Would you print out every entry exactly as given?
== Listed entries ==
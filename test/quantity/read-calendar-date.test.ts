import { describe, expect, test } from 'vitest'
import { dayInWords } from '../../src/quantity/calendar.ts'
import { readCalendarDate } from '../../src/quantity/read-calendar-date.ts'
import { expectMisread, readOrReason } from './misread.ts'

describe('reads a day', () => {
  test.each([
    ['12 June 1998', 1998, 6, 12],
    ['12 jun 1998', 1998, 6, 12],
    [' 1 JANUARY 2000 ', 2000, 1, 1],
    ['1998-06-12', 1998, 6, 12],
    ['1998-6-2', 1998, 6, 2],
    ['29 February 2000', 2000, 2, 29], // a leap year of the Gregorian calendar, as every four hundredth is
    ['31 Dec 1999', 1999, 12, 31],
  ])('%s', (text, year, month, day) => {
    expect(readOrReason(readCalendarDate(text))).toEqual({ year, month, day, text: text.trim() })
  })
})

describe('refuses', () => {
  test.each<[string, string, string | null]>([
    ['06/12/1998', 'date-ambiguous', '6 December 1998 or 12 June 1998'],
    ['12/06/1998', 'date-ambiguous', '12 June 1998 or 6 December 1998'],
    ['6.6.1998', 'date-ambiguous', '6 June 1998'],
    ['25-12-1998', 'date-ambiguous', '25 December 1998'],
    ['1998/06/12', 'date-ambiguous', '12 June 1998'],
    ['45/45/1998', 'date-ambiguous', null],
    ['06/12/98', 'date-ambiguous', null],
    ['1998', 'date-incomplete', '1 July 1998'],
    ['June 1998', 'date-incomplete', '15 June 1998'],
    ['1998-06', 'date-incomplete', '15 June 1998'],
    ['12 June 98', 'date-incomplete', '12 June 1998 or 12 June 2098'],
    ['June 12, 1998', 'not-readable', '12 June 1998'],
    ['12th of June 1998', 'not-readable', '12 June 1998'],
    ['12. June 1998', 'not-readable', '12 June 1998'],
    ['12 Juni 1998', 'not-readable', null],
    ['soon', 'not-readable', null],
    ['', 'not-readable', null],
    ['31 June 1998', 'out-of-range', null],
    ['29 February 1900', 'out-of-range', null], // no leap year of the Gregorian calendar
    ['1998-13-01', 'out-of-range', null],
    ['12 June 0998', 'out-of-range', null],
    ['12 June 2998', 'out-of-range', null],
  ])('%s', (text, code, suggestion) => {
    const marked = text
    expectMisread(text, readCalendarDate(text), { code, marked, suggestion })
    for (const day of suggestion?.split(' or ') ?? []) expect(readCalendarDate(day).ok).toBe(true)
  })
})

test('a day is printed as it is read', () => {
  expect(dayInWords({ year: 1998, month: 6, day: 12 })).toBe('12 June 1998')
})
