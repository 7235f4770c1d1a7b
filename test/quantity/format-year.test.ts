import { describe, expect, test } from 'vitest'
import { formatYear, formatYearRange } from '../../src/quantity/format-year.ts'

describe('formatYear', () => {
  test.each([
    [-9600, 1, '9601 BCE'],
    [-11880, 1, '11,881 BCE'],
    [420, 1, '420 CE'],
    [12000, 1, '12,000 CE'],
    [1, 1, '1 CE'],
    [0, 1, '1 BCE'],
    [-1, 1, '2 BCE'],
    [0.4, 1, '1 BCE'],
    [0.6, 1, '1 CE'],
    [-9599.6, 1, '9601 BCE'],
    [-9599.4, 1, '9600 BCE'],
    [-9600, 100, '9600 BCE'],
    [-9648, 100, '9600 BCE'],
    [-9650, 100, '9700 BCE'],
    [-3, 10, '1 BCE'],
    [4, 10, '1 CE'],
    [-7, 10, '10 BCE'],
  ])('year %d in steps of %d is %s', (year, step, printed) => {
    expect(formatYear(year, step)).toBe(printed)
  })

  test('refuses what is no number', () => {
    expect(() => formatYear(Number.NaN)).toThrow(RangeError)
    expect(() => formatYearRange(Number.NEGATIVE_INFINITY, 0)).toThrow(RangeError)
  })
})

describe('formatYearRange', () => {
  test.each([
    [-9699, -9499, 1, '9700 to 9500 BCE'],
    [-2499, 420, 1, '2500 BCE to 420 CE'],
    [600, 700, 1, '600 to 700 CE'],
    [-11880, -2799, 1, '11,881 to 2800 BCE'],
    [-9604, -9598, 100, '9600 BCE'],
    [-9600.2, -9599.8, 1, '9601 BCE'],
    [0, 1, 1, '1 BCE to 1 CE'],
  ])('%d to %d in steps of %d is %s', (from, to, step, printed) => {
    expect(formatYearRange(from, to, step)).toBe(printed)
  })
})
===
* Exercise output
filename test/quantity/read-calendar-date.test.ts
import { describe, expect, test } from 'vitest'
import { dayInWords } from '../../src/quantity/calendar.ts'
import { readCalendarDate } from '../../src/quantity/read-calendar-date.ts'
import { expectMisread, readOrReason } from './misread.ts'

describe('reads a day', () => {
  test.each([
    ['12 June 1998', 1998, 6, 12],
    ['12 jun 1998', 1998, 6, 12],
    [' 1 JANUARY 2000 ', 2000, 1, 1],
    ['1998-06-12', 1998, 6, 12],
    ['1998-6-2', 1998, 6, 2],
    ['29 February 2000', 2000, 2, 29], // a leap year of the Gregorian calendar, as every four hundredth is
    ['31 Dec 1999', 1999, 12, 31],
  ])('%s', (text, year, month, day) => {
    expect(readOrReason(readCalendarDate(text))).toEqual({ year, month, day, text: text.trim() })
  })
})

describe('refuses', () => {
  test.each<[string, string, string | null]>([
    ['06/12/1998', 'date-ambiguous', '6 December 1998 or 12 June 1998'],
    ['12/06/1998', 'date-ambiguous', '12 June 1998 or 6 December 1998'],
    ['6.6.1998', 'date-ambiguous', '6 June 1998'],
    ['25-12-1998', 'date-ambiguous', '25 December 1998'],
    ['1998/06/12', 'date-ambiguous', '12 June 1998'],
    ['45/45/1998', 'date-ambiguous', null],
    ['06/12/98', 'date-ambiguous', null],
    ['1998', 'date-incomplete', '1 July 1998'],
    ['June 1998', 'date-incomplete', '15 June 1998'],
    ['1998-06', 'date-incomplete', '15 June 1998'],
    ['12 June 98', 'date-incomplete', '12 June 1998 or 12 June 2098'],
    ['June 12, 1998', 'not-readable', '12 June 1998'],
    ['12th of June 1998', 'not-readable', '12 June 1998'],
    ['12. June 1998', 'not-readable', '12 June 1998'],
    ['12 Juni 1998', 'not-readable', null],
    ['soon', 'not-readable', null],
    ['', 'not-readable', null],
    ['31 June 1998', 'out-of-range', null],
    ['29 February 1900', 'out-of-range', null], // no leap year of the Gregorian calendar
    ['1998-13-01', 'out-of-range', null],
    ['12 June 0998', 'out-of-range', null],
    ['12 June 2998', 'out-of-range', null],
  ])('%s', (text, code, suggestion) => {
    const marked = text
    expectMisread(text, readCalendarDate(text), { code, marked, suggestion })
    for (const day of suggestion?.split(' or ') ?? []) expect(readCalendarDate(day).ok).toBe(true)
  })
})

test('a day is printed as it is read', () => {
  expect(dayInWords({ year: 1998, month: 6, day: 12 })).toBe('12 June 1998')
})
repository 7235f4770c1d1a7b
filename test/quantity/format-year.test.ts
import { describe, expect, test } from 'vitest'
import { formatYear, formatYearRange } from '../../src/quantity/format-year.ts'

describe('formatYear', () => {
  test.each([
    [-9600, 1, '9601 BCE'],
    [-11880, 1, '11,881 BCE'],
    [420, 1, '420 CE'],
    [12000, 1, '12,000 CE'],
    [1, 1, '1 CE'],
    [0, 1, '1 BCE'],
    [-1, 1, '2 BCE'],
    [0.4, 1, '1 BCE'],
    [0.6, 1, '1 CE'],
    [-9599.6, 1, '9601 BCE'],
    [-9599.4, 1, '9600 BCE'],
    [-9600, 100, '9600 BCE'],
    [-9648, 100, '9600 BCE'],
    [-9650, 100, '9700 BCE'],
    [-3, 10, '1 BCE'],
    [4, 10, '1 CE'],
    [-7, 10, '10 BCE'],
  ])('year %d in steps of %d is %s', (year, step, printed) => {
    expect(formatYear(year, step)).toBe(printed)
  })

  test('refuses what is no number', () => {
    expect(() => formatYear(Number.NaN)).toThrow(RangeError)
    expect(() => formatYearRange(Number.NEGATIVE_INFINITY, 0)).toThrow(RangeError)
  })
})

describe('formatYearRange', () => {
  test.each([
    [-9699, -9499, 1, '9700 to 9500 BCE'],
    [-2499, 420, 1, '2500 BCE to 420 CE'],
    [600, 700, 1, '600 to 700 CE'],
    [-11880, -2799, 1, '11,881 to 2800 BCE'],
    [-9604, -9598, 100, '9600 BCE'],
    [-9600.2, -9599.8, 1, '9601 BCE'],
    [0, 1, 1, '1 BCE to 1 CE'],
  ])('%d to %d in steps of %d is %s', (from, to, step, printed) => {
    expect(formatYearRange(from, to, step)).toBe(printed)
  })
})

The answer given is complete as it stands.